Una nueva etapa para el trabajo empresarial

La posibilidad de reducir hasta 80% el tiempo dedicado a ciertas tareas organizacionales no significa que todas las funciones se automatizarán ni que todos los procesos obtendrán el mismo resultado. Significa que existe una oportunidad concreta para rediseñar tareas intensivas en información, siempre que la implementación sea responsable, medible y alineada con los objetivos del negocio.

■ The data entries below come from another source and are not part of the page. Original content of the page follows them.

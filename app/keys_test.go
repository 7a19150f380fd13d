package main

import (
	"os"
	"strings"

	"testing"

	"fyne.io/fyne/v2"
	"fyne.io/fyne/v2/driver/desktop"
	"fyne.io/fyne/v2/test"
	"fyne.io/fyne/v2/widget"

	"kinetarium/app/run"
	"kinetarium/network"
)

// pressKey delivers Ctrl (with Shift when shift is set) and key to the
// window the way Fyne's desktop driver does (internal/driver/glfw,
// window.triggersShortcut in Fyne v2.7): Ctrl+Z and Ctrl+Y arrive as
// Fyne's own fyne.ShortcutUndo and fyne.ShortcutRedo, any other
// combination as a desktop.CustomShortcut; a main-menu item whose shortcut
// has the same name runs first, otherwise the canvas's shortcuts.
func pressKey(w *mainWindow, key fyne.KeyName, shift bool) {
	mod := fyne.KeyModifierShortcutDefault
	var sc fyne.Shortcut
	switch {
	case !shift && key == fyne.KeyZ:
		sc = &fyne.ShortcutUndo{}
	case !shift && key == fyne.KeyY:
		sc = &fyne.ShortcutRedo{}
	default:
		if shift {
			mod |= fyne.KeyModifierShift
		}
		sc = &desktop.CustomShortcut{KeyName: key, Modifier: mod}
	}
	for _, m := range w.mainMenu.Items {
		for _, it := range m.Items {
			if it.Shortcut != nil && it.Shortcut.ShortcutName() == sc.ShortcutName() && it.Action != nil {
				it.Action()
				return
			}
		}
	}
	w.win.Canvas().(fyne.Shortcutable).TypedShortcut(sc)
}

// Ctrl+Z undoes and Ctrl+Y and Ctrl+Shift+Z redo an edit of the model,
// though Fyne turns Ctrl+Z and Ctrl+Y into its own undo and redo
// shortcuts; the menu names the keys that work.
func TestUndoRedoKeys(t *testing.T) {
	a := test.NewTempApp(t)
	w := newMainWindow(a, true)
	defer w.win.Close()
	w.autoRerun = false
	onUI(func() { w.setModel(tuneDecayModel(), "") })
	edit := func() {
		w.doc.Apply("edit k", func(m *network.Model) { m.Parameters[0].Value = 3 })
	}
	k := func() float64 { return w.doc.Model().Parameters[0].Value }
	onUI(func() {
		edit()
		pressKey(w, fyne.KeyZ, false)
		if k() != 0.7 {
			t.Fatalf("after Ctrl+Z k = %g, want 0.7 (the edit undone)", k())
		}
		pressKey(w, fyne.KeyY, false)
		if k() != 3 {
			t.Fatalf("after Ctrl+Y k = %g, want 3 (the edit redone)", k())
		}
		pressKey(w, fyne.KeyZ, false)
		pressKey(w, fyne.KeyZ, true)
		if k() != 3 {
			t.Fatalf("after Ctrl+Z, Ctrl+Shift+Z k = %g, want 3 (the edit redone)", k())
		}
	})
	for _, it := range w.mainMenu.Items[1].Items {
		ks, ok := it.Shortcut.(fyne.KeyboardShortcut)
		if !ok {
			t.Errorf("Edit ▸ %s names no key", it.Label)
			continue
		}
		if want := map[string]fyne.KeyName{"Undo": fyne.KeyZ, "Redo": fyne.KeyY}[it.Shortcut.ShortcutName()]; ks.Key() != want {
			t.Errorf("Edit ▸ %s names key %s (shortcut %q), want the undo or redo key", it.Label, ks.Key(), it.Shortcut.ShortcutName())
		}
	}
}

// README names the key that the Run menu shows for Simulate.
func TestReadmeNamesSimulateKey(t *testing.T) {
	a := test.NewTempApp(t)
	w := newMainWindow(a, true)
	defer w.win.Close()
	var sim *fyne.MenuItem
	for _, it := range w.mainMenu.Items[2].Items {
		if it.Label == "Simulate" {
			sim = it
		}
	}
	if sim == nil {
		t.Fatal("no Run ▸ Simulate")
	}
	key := string(sim.Shortcut.(*desktop.CustomShortcut).KeyName)
	b, err := os.ReadFile("../README.md")
	if err != nil {
		t.Fatal(err)
	}
	want := "Simulate (Ctrl+" + key
	if !strings.Contains(string(b), want) {
		t.Errorf("README does not contain %q, the key the menu shows", want)
	}
	if got := w.plot.placeholder.Text; !strings.Contains(got, want) {
		t.Errorf("the empty figure says %q, not the key the menu shows (%q)", got, want)
	}
}

// Duplicating a species keeps the colour of every species after it, in
// the figure and in the species list, and the copy takes a colour of its
// own.
func TestColoursSurviveDuplication(t *testing.T) {
	a := test.NewTempApp(t)
	w := newMainWindow(a, true)
	defer w.win.Close()
	w.ctrl.Deliver = onUI
	onUI(func() { w.setModel(tuneDecayModel(), "") }) // species A, B
	onUI(w.simulate)
	waitFor(t, "the first run", func() bool { return w.current != nil && !w.ctrl.Running() })
	var before map[string]int
	var first *run.Outcome
	onUI(func() {
		first = w.current
		before = map[string]int{}
		for j, n := range w.current.Names {
			before[n] = w.plot.view.Slot(n, j)
		}
		// The Species tab's duplicate button on A.
		w.ed.SelectRow("species", 0)
		tab := w.ed.Tabs().Selected().Content.(*fyne.Container)
		bar := tab.Objects[1].(*fyne.Container) // the Border's top: the buttons
		test.Tap(bar.Objects[2].(*widget.Button))
	})
	waitFor(t, "the re-run", func() bool { return w.current != first && !w.ctrl.Running() })
	onUI(func() {
		if got := w.current.Names; len(got) != 3 || got[1] != "A_copy1" {
			t.Fatalf("names %v, want A, A_copy1, B", got)
		}
		slots := map[int]string{}
		for j, n := range w.current.Names {
			s := w.plot.view.Slot(n, j)
			if b, ok := before[n]; ok && s != b {
				t.Errorf("%s has colour slot %d after the duplication, %d before", n, s, b)
			}
			if o, dup := slots[s]; dup {
				t.Errorf("%s and %s share colour slot %d", n, o, s)
			}
			slots[s] = n
		}
		w.refreshSpecies()
		for row, j := range w.shownSpecies {
			o := w.speciesList.CreateItem()
			w.speciesList.UpdateItem(row, o)
			sw := o.(*fyne.Container).Objects[1].(*swatch)
			if n := w.current.Names[j]; sw.slot != w.plot.view.Slot(n, j) {
				t.Errorf("the species list shows %s in slot %d, the figure in %d", n, sw.slot, w.plot.view.Slot(n, j))
			}
		}
	})
}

La IA generativa puede convertirse en una ventaja competitiva cuando se integra con criterio: no como reemplazo indiscriminado de personas, sino como una capa de apoyo para que los equipos trabajen con más velocidad, mejor información y mayor foco estratégico.

En un contexto donde las empresas enfrentan presión por eficiencia, costos, talento y transformación digital, herramientas como Claude pueden ayudar a reducir carga operativa y liberar capacidad interna. Pero el verdadero retorno dependerá de algo más que la tecnología: dependerá de la gobernanza, la capacitación, la supervisión humana y la capacidad de cada organización para convertir la inteligencia artificial en productividad real.